I well remember them,
and my soul is downcast within me.
Yet this I call to mind
and therefore I have hope:Because of the Lord’s great love we are not consumed,
for his compassions never fail.
They are new every morning;
great is your faithfulness.Lamentations 3:20-23
It’s Sunday. A “lazy” one at best. Our living room is a mess and our son’s toys are scattered all over the floor. The first Sunday of football is so far a success and our pot of chili rests on the stove as it calmly waits for us to approach it for seconds… and thirds, and who knows? fourths!
But this day isn’t any other day.
For me, it was another day being a sophomore in high school. It was the start of the school year in a new private school. I didn’t speak English very well, but that didn’t stop me from excelling in school. This language barrier, however, did stop me from making friends.
I was sitting in English class when the second plane collided with the South Tower. I had only seen the Twin Towers in all of the Friends episodes, but I wasn’t familiar with their significance. The classroom was silent. We just couldn’t believe the images before our eyes… was this a scene of a movie? If they had told me we were watching a movie, I would have naively believed them.
My day at school was cut short as the administrators decided it would be best for us to go home. I sat in my mother’s kitchen as she prepared lunch. Her kitchen was our safe haven which overlooked the white-sanded beaches and mysterious blue oceans of Miami Beach. The images were still playing on the small TV in the kitchen. They were the same ones from earlier, but I intently watched hoping there was a change in the narrative.
Ironically, this was the most we had learned in one day.
Today we are reminded that power is an illusion when the two most dominant towers collapsed.
We learned about hatred in the world.
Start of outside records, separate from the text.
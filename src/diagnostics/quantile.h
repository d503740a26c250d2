// linear_quantile: numpy.quantile's default rule, shared by the diagnostics' folding, tail
// indicators and the learned-precision summary.
#pragma once

#include <vector>

namespace credence {

/// The `p`-quantile of `values` by linear interpolation between order statistics at
/// position p (n - 1). REQUIRES: values non-empty, 0 <= p <= 1.
double linear_quantile(std::vector<double> values, double p);

}  // namespace credence
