// train: run_train (credence/train.h) from Python, with the CLI's settings and defaults,
// on a thread of its own watched from Python (worker.h).
#include <pybind11/functional.h>
#include <pybind11/pybind11.h>
#include <pybind11/stl.h>

#include <set>

#include "bindings.h"
#include "credence/method_flags.h"
#include "credence/samplers_settings.h"
#include "credence/train.h"
#include "status_error.h"
#include "data_keywords.h"
#include "worker.h"

namespace py = pybind11;

namespace credence::python {
namespace {

// `options` holds only the keywords the caller gave, named as the CLI's flags with
// underscores ("burn_in" for --burn-in); each is marked given, as typed flags are.
TrainRequest request_of(const std::string& data_path, const std::string& out_path,
                        const py::dict& options, std::set<std::string>& given) {
  TrainRequest r;
  r.data_path = data_path;
  r.out_path = out_path;
  TrainSettings& s = r.settings;
  std::string method = "sgld";
  for (const auto& item : options) {
    std::string key = item.first.cast<std::string>();
    std::string flag = "--" + key;
    for (char& c : flag) c = c == '_' ? '-' : c;
    given.insert(flag);
  }
  auto has = [&](const char* key) { return options.contains(key); };
  if (has("method")) method = keyword<std::string>(options, "method");
  s.sampler.method = take(parse_method(method));
  read_data_keywords(options, r.data);
  if (has("hidden")) r.hidden = keyword<std::vector<Index>>(options, "hidden");
  if (has("activation")) r.activation = keyword<std::string>(options, "activation");
  if (has("linear_path")) r.linear_path = keyword<bool>(options, "linear_path");
  if (has("prior_scale")) {
    r.prior_scale_auto = false;
    r.prior_scale = keyword<double>(options, "prior_scale");
  }
  if (has("lr")) s.sampler.learning_rate = keyword<double>(options, "lr");
  if (has("step_size")) s.sampler.step_size = keyword<double>(options, "step_size");
  if (has("temperature")) s.sampler.temperature = keyword<double>(options, "temperature");
  if (has("chains")) s.chains.chains = keyword<int>(options, "chains");
  if (has("samples")) s.chains.samples = keyword<std::int64_t>(options, "samples");
  if (has("burn_in")) s.chains.burn_in = keyword<std::int64_t>(options, "burn_in");
  if (has("thin")) s.chains.thin = keyword<std::int64_t>(options, "thin");
  if (has("steps")) s.steps = keyword<std::int64_t>(options, "steps");
  if (has("epochs")) s.epochs = keyword<double>(options, "epochs");
  if (has("batch")) s.batches.batch_rows = keyword<std::int64_t>(options, "batch");
  if (has("threads")) s.chains.threads = keyword<int>(options, "threads");
  if (has("force")) r.force = keyword<bool>(options, "force");
  if (has("resume")) {
    r.resume_path = out_path;
    r.out_path.clear();
  }
  given.erase("--target");  // data keywords are not method flags
  return r;
}

py::dict train(const std::string& data_path, const std::string& out_path,
               const py::dict& options, const std::function<void(py::dict)>& progress) {
  std::set<std::string> given;
  TrainRequest r = request_of(data_path, out_path, options, given);
  if (!r.resume_path.empty()) {
    raise_if_error(check_resume_flags(given));
  } else {
    raise_if_error(check_method_flags(r.settings.sampler.method,
                                      r.settings.sampler.schedule.kind, false, given));
    apply_method_defaults(r.settings.sampler, given);
    r.budget_given = budget_given_of(given);
    r.settings.chains.seed = r.data.split.seed;
    r.settings.summary_seed = r.data.split.seed;
    if (r.hidden.empty() && !options.contains("hidden")) r.hidden = {32, 32};
    if (r.linear_path && r.hidden.empty()) {
      raise_if_error(Status::invalid_input(
          "linear_path=True needs hidden layers: with hidden=[] the output layer is already "
          "the linear model; drop one of the two"));
    }
    raise_if_error(validate_train_settings(r.settings));
  }
  r.command_line = "credence.train (Python)";
  std::optional<RunVerdict> verdict;
  r.verdict = &verdict;

  raise_if_error(run_watched(
      [&r](const TrainHooks& hooks) {
        r.hooks = hooks;
        return run_train(r);
      },
      progress));
  py::dict out;
  out["run_path"] = r.resume_path.empty() ? r.out_path : r.resume_path;
  out["verdict"] = verdict ? py::object(py::str(verdict->headline)) : py::object(py::none());
  return out;
}

}  // namespace

void bind_train(py::module_& m) {
  m.def("train", &train, py::arg("data_path"), py::arg("out_path"), py::arg("options"),
        py::arg("progress") = std::function<void(py::dict)>{},
        "Trains into out_path as `credence train` does; options are the keywords given.");
}

}  // namespace credence::python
We learned how much we need each other to stay united and not divided. We learned to tell our loved ones how much they mean to us because of life’s frailty. We learned real heroes exist and they sacrificed their lives for the well-being of others. We learned human desperation can lead us to do the unimaginable.
It could have been us jumping off the towers as the only solution to avoid a fiery inferno. It could have been us calling our families to say goodbye. It could have been us running through the cloud of dust and the flooding of office supplies. It could have been us collapsing with the towers. It could have been us in the planes with no chance of survival.
The weight this date brings to us every time doesn’t leave us feeling any lighter as the distance between the years which have elapsed widens. There now exists a whole new generation who never had to experience this day. But tragedy isn’t new to them. Tragedies now happen often.
Although we are constantly told how time heals our wounds, there will always remain our conjectures of what truly happened. Ever since that day in 2001, I am enthralled by the thousands of stories that have surfaced. I remain heartbroken because many lost their fathers, mothers, sons, daughters, wives, husbands, aunts, uncles, cousins, siblings, and friends.
Nevertheless, I rejoice for those who have survived miraculously. They are the reason we can never lose hope.
To all the victims, their families, and the heroes, you will ALWAYS be remembered.
To forgive is freeing, but to forget is impossible.
I had the privilege to visit New York two years after these tragic events and their resilience was beyond inspiring. Ten years after my first visit, my husband and I went for our summer vacation and we were able to stay right in front of the WTC memorial while it was still being built.
We had one of the best culinary experiences of our lives during this trip. Our desire to document our journey gave birth to this blog.